海女さんがボンベを使わない訳

2016年4月25日

 私の研究課題の1つは、海女さんはなぜボンベを使わず苦しい思いをして素潜りするかである。昨年、海女サミットが鳥羽市で開催され、2日目の行事は答志島であった。その様子が日本離島センターの雑誌「しま」の最新号で紹介されたが、壱岐では「ウエットスーツまで禁止」との徹底ぶりには恐れ入った。

 生産性の向上を最高の価値観とする現代社会において、かたくなに文明の利器を否定しているのは、資源管理以外の何かがあるはず。そんな時偶然にも、ヒトラーがアウトバーンの建設で「機械は使うな、人手でやれ」と指示したことを知って「えー」と思った。調べたらなんと「機械使用の制限に関する法」なるものが存在し、その目的は第一次世界大戦での巨額賠償金による経済の崩壊で生じた600万人の失業問題を解消するためだったらしい。例えば、第一次失業減少法で行った公共事業費に占める賃金割合は70%で、今の一般土木建築工事業の売上高に占める人件費率17・4%と比較すると驚きである。

 歴史上の超極悪人「ヒトラー」は、「坊主憎けりゃ袈裟まで憎い」で全否定されているが、その経済政策でドイツを世界大恐慌からいち早く立ち直らせたことは事実。ゆえに熱狂的に国民に受け入れられたという。また、大不況期にもかかわらず生活消費を増加させる効果を狙い、結婚奨励金や家事手伝いの奨励により、女性を労働から家庭に送り込むことを奨励したとあり、今の日本政府の方針と真逆の経済センスに感心してしまう。

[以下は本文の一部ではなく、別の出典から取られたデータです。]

describe('Retrofit log: propose, approve, order, install, meter, verify', () => {
  it('an engineer proposes a retrofit from a motor’s page', async () => {
    const { page } = browser;
    await signInAs(page, 'engineer@kestrel.example');
    // A wastewater pump without any retrofit yet (other e2e files may have made some elsewhere).
    motor = await page.evaluate(async () => {
      const motors = (await (await fetch('/api/motors?pageSize=500&sort=tag')).json()).items as MotorRow[];
      for (const candidate of motors.filter((row) => /Wastewater/.test(row.siteName) && row.application === 'pump' && row.ratedPowerKw >= 7.5 && row.ratedPowerKw <= 45)) {
        const existing = (await (await fetch(`/api/retrofits?motorId=${candidate.id}`)).json()).items as unknown[];
        if (existing.length === 0) return candidate;
      }
      throw new Error('no wastewater pump without a retrofit');
    });
    await page.goto(`${baseUrl()}/motors/${motor.id}`);
    await page.getByTestId('motor-retrofits').waitFor();
    expect(await page.getByTestId('motor-retrofits').innerText()).toContain('No retrofit of this motor yet');
    await page.getByTestId('motor-propose').click();
    await page.getByTestId('motor-propose-options').waitFor({ timeout: 30_000 });
    // A new IE4 motor: no drive, no magnets.
    await page.getByTestId('motor-propose-option-ie4').click();
    expect(await page.getByTestId('motor-propose-option-ie4').innerText()).toMatch(/[\d,]+ kWh\/yr/);
    expect(await page.getByTestId('retrofit-cautions').innerText()).toContain('local codes');
    await field(page, 'motor-propose-comment').fill('Old IE1 lift pump running most of the year.');
    await page.getByTestId('motor-propose-submit').click();
    await page.waitForURL(/\/retrofits\/\d+$/);
    retrofitUrl = page.url();
    await page.getByTestId('retrofit-title').waitFor();
    expect(await page.getByTestId('retrofit-title').innerText()).toContain(`${motor.tag} · New IE4 motor`);
    expect(await page.getByTestId('retrofit-status').innerText()).toBe('Proposed');
    expect(await page.getByTestId('retrofit-waiting').innerText()).toContain('An approver of the organisation approves or rejects it');
    expect(await page.getByTestId('retrofit-transition-approved').count()).toBe(0);
  });

  it('the approver approves it', async () => {
    const { page } = browser;
    await signOut(page);
    await signInAs(page, 'approver@kestrel.example');
    await page.goto(retrofitUrl);
    await page.getByTestId('retrofit-transition-approved').click();
    await field(page, 'retrofit-comment').fill('Approved for the next shutdown.');
    await page.getByTestId('retrofit-transition-confirm').click();
    await expect.poll(() => page.getByTestId('retrofit-status').innerText(), { timeout: 20_000 }).toBe('Approved');
    expect(await page.getByTestId('retrofit-history').innerText()).toContain('Approved for the next shutdown.');
    // An approver records no field work.
    expect(await page.getByTestId('retrofit-transition-ordered').count()).toBe(0);
  });

  it('the engineer records the order and loads the baseline, after a refused file that names its bad rows', async () => {
    const { page } = browser;
    await signOut(page);
    await signInAs(page, 'engineer@kestrel.example');
    await page.goto(retrofitUrl);
    await page.getByTestId('retrofit-transition-ordered').click();
    await field(page, 'retrofit-order-date').fill(isoDay(daysAgo(50)));
    await field(page, 'retrofit-due-date').fill(isoDay(daysAgo(15)));
    await page.getByTestId('retrofit-transition-confirm').click();
    await expect.poll(() => page.getByTestId('retrofit-status').innerText(), { timeout: 20_000 }).toBe('Ordered');
    expect(await page.getByTestId('retrofit-step-ordered').getAttribute('data-state')).toBe('current');
    // Its installation was due 15 days ago: flagged overdue, here and in the list.
    expect(await page.getByTestId('retrofit-overdue-banner').innerText()).toContain(`installation was due on ${isoDay(daysAgo(15))}`);

    const broken = ['timestamp,Power [kW]', '2026-10-01 00:00,12.1', '2026-10-01 00:00,12.2', '01/10/2026 02:00,12.0', '2026-10-01 03:00,abc'].join('\n');
    await fileInput(page, 'retrofit-meter-baseline-file').setInputFiles({ name: 'broken.csv', mimeType: 'text/csv', buffer: Buffer.from(broken) });
    await page.getByTestId('retrofit-meter-baseline-preview').waitFor();
    await page.getByTestId('retrofit-meter-baseline-upload').click();
    const errors = page.getByTestId('retrofit-meter-baseline-errors');
    await errors.waitFor();
    expect(await errors.innerText()).toContain('Nothing was saved');
    const rows = await errors.locator('tbody tr').allInnerTexts();
    // Every bad row with its line in the file (the header is row 1), whatever order the parser found them in.
    expect(rows).toHaveLength(3);
    expect(rows.some((row) => /^3\s+timestamp.*duplicated timestamp/.test(row))).toBe(true);
    expect(rows.some((row) => /^4\s+timestamp.*day\/month order/.test(row))).toBe(true);
    expect(rows.some((row) => /^5\s+value\s+abc/.test(row))).toBe(true);
    await page.getByTestId('retrofit-meter').screenshot({ path: join(SHOTS, 'e2e-meter-refused-1280.png') });

    const baseline = meterCsv(daysAgo(45), BASELINE_HOURS, motor.ratedPowerKw * 0.8);
    await fileInput(page, 'retrofit-meter-baseline-file').setInputFiles({ name: 'pump-before.csv', mimeType: 'text/csv', buffer: Buffer.from(baseline) });
    await page.getByTestId('retrofit-meter-baseline-preview').waitFor();
    expect(await page.getByTestId('retrofit-meter-baseline-preview').innerText()).toContain('336 readings');
    await page.getByTestId('retrofit-meter-baseline-upload').click();
    await page.getByTestId('retrofit-meter-baseline-stored').waitFor();
    expect(await page.getByTestId('retrofit-meter-baseline-stored').innerText()).toContain('336 every 60 min');
    expect(await page.getByTestId('retrofit-meter-reporting').innerText()).toContain('record it first');
  });

  it('the engineer records the installation with the nameplate, the installer and a photo', async () => {
    const { page } = browser;
    await page.getByTestId('retrofit-transition-installed').click();
    await page.getByTestId('retrofit-transition-dialog').waitFor();
    expect(await page.getByTestId('retrofit-transition-dialog').innerText()).toContain('Installation is electrical work');
    await field(page, 'retrofit-installation-date').fill(isoDay(daysAgo(20)));
    await field(page, 'retrofit-installed-by').fill('Ridgeway Electrical');
    await field(page, 'retrofit-motor-type').fill('IE4 induction');
    await field(page, 'retrofit-motor-kw').fill(String(motor.ratedPowerKw));
    await field(page, 'retrofit-motor-efficiency').fill('194.5');
    await page.getByTestId('retrofit-transition-confirm').click();
    await expect.poll(() => page.getByTestId('retrofit-transition-dialog').innerText()).toContain('Motor efficiency must be at most 100 %');
    await field(page, 'retrofit-motor-efficiency').fill('94.5');
    await fileInput(page, 'retrofit-installation-files').setInputFiles({ name: 'nameplate.png', mimeType: 'image/png', buffer: PNG });
    await page.screenshot({ path: join(SHOTS, 'e2e-installation-dialog-1280.png') });
    await page.getByTestId('retrofit-transition-confirm').click();
    await expect.poll(() => page.getByTestId('retrofit-status').innerText(), { timeout: 20_000 }).toBe('Installed');
    await page.locator('[data-testid^="retrofit-photo-"]').first().waitFor({ timeout: 20_000 });
    expect(await page.getByTestId('retrofit-installed-by-shown').innerText()).toBe('Ridgeway Electrical');
    expect(await page.getByTestId('retrofit-new-motor').innerText()).toContain('IE4 induction');
    expect(await page.getByTestId('retrofit-new-motor').innerText()).toContain('94.5 %');
    expect(await page.getByTestId('retrofit-installed-on').innerText()).not.toBe('—');
  });

  it('uploads the reporting period and reads the realised savings against the prediction', async () => {
    const { page } = browser;
    const retrofitId = Number(retrofitUrl.split('/').pop());
    const stored = await page.evaluate(async (id) => (await fetch(`/api/retrofits/${id}`)).json(), retrofitId);
    const predicted = stored.predictedSavingsKwh as number;
    const hours = (stored.motor.hoursPerYear as number | null) ?? 8000;
    // Running power after the retrofit so that about 90 % of the predicted savings are realised.
    const runningAfter = motor.ratedPowerKw * 0.8 - (0.9 * predicted) / hours;
    const reporting = meterCsv(daysAgo(14), REPORTING_HOURS, runningAfter);
    await fileInput(page, 'retrofit-meter-reporting-file').setInputFiles({ name: 'pump-after.csv', mimeType: 'text/csv', buffer: Buffer.from(reporting) });
    await page.getByTestId('retrofit-meter-reporting-preview').waitFor();
    await page.getByTestId('retrofit-meter-reporting-upload').click();
    await page.getByTestId('retrofit-meter-reporting-stored').waitFor();
    await page.getByTestId('retrofit-verified-kwh').waitFor({ timeout: 20_000 });

    const verification = await page.evaluate(async (id) => (await fetch(`/api/retrofits/${id}/verification`)).json(), retrofitId);
    expect(verification.ready).toBe(true);
    expect(verification.method).toBe('B');
    expect(verification.realisedPct).toBeGreaterThan(80);
    expect(verification.realisedPct).toBeLessThan(100);
    const kwh = new Intl.NumberFormat('en-GB', { maximumFractionDigits: 0 }).format(verification.annualSavingsKwh);
    expect(await page.getByTestId('retrofit-verified-kwh').innerText()).toBe(`${kwh} kWh/yr`);
    expect(await page.getByTestId('retrofit-realised').innerText()).toBe(`${Math.round(verification.realisedPct)} %`);
    expect(await page.getByTestId('retrofit-uncertainty').innerText()).toMatch(/^± [\d,]+ kWh\/yr at 90 % confidence$/);
    await expect
      .poll(async () => page.locator('[data-testid="retrofit-realised-chart"] .apexcharts-series').count(), { timeout: 20_000 })
      .toBeGreaterThan(0);
    await expect
      .poll(async () => page.locator('[data-testid="retrofit-meter-chart"] .apexcharts-series').count(), { timeout: 20_000 })
      .toBe(2);
    await shoot(page, 'detail-installed');
  });

  it('sees the realised savings on the Overview, then confirms them as verified', async () => {
    const { page } = browser;
    await page.getByTestId('nav-overview').click();
    await page.getByTestId('overview-realised-table').waitFor({ timeout: 20_000 });
    const summary = await page.evaluate(async () => (await fetch('/api/retrofits/verification-summary')).json());
    expect(summary.organization.verifiable).toBeGreaterThanOrEqual(1);
    expect(await page.getByTestId('overview-realised-pct').innerText()).toBe(`${Math.round(summary.organization.realisedPct)} %`);
    expect(await page.getByTestId('overview-realised-table').innerText()).toContain(motor.siteName);
    await shoot(page, 'overview');

    await page.goto(retrofitUrl);
    await page.getByTestId('retrofit-transition-verified').click();
    expect(await page.getByTestId('retrofit-verify-figures').innerText()).toContain('realised');
    await page.getByTestId('retrofit-transition-confirm').click();
    await expect.poll(() => page.getByTestId('retrofit-status').innerText(), { timeout: 20_000 }).toBe('Verified');
    expect(await page.getByTestId('retrofit-step-verified').getAttribute('data-state')).toBe('done');
    // Closed: no more uploads; the meter data are frozen.
    expect(await page.getByTestId('retrofit-meter-reporting').innerText()).toContain('frozen');
    await shoot(page, 'detail-verified');

    await page.getByTestId('nav-retrofits').click();
    await page.getByTestId('retrofits-table').waitFor();
    const row = page.locator('[data-testid="retrofits-table"] tbody tr', { hasText: motor.tag });
    expect(await row.innerText()).toContain('Verified');
    expect(await row.innerText()).toMatch(/[\d,]+ kWh\/yr/);
    await shoot(page, 'list');
    await page.getByTestId('retrofits-view').getByText('Board').click();
    await page.getByTestId('retrofits-board-verified').waitFor();
    expect(await page.getByTestId('retrofits-board-verified').innerText()).toContain(motor.tag);
    await shoot(page, 'board');

    await page.getByTestId('nav-overview').click();
    await page.getByTestId('overview-verified').waitFor();
    const overview = await page.evaluate(async () => (await fetch('/api/overview')).json());
    expect(overview.figures.verified.retrofits).toBeGreaterThanOrEqual(1);
    expect(browser.problems.filter((problem) => /Content Security Policy|Refused to/.test(problem))).toEqual([]);
  });
});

 話を元に戻すが、私の知っている漁村においては、海女漁は家の職業にかかわりなく、地域の女性すべてに開放されている。おそらく海女漁とは、儲けではなく、磯根資源を利用した地域住民の生活維持に存在意義があると思う。ITやロボットにより人間の職場が失われているのをみると、効率化は寡占化を生じ、地域の崩壊につながる。海女漁はその非効率さゆえに縄文時代から続き、今後もボンベを使わない限り持続できると思う。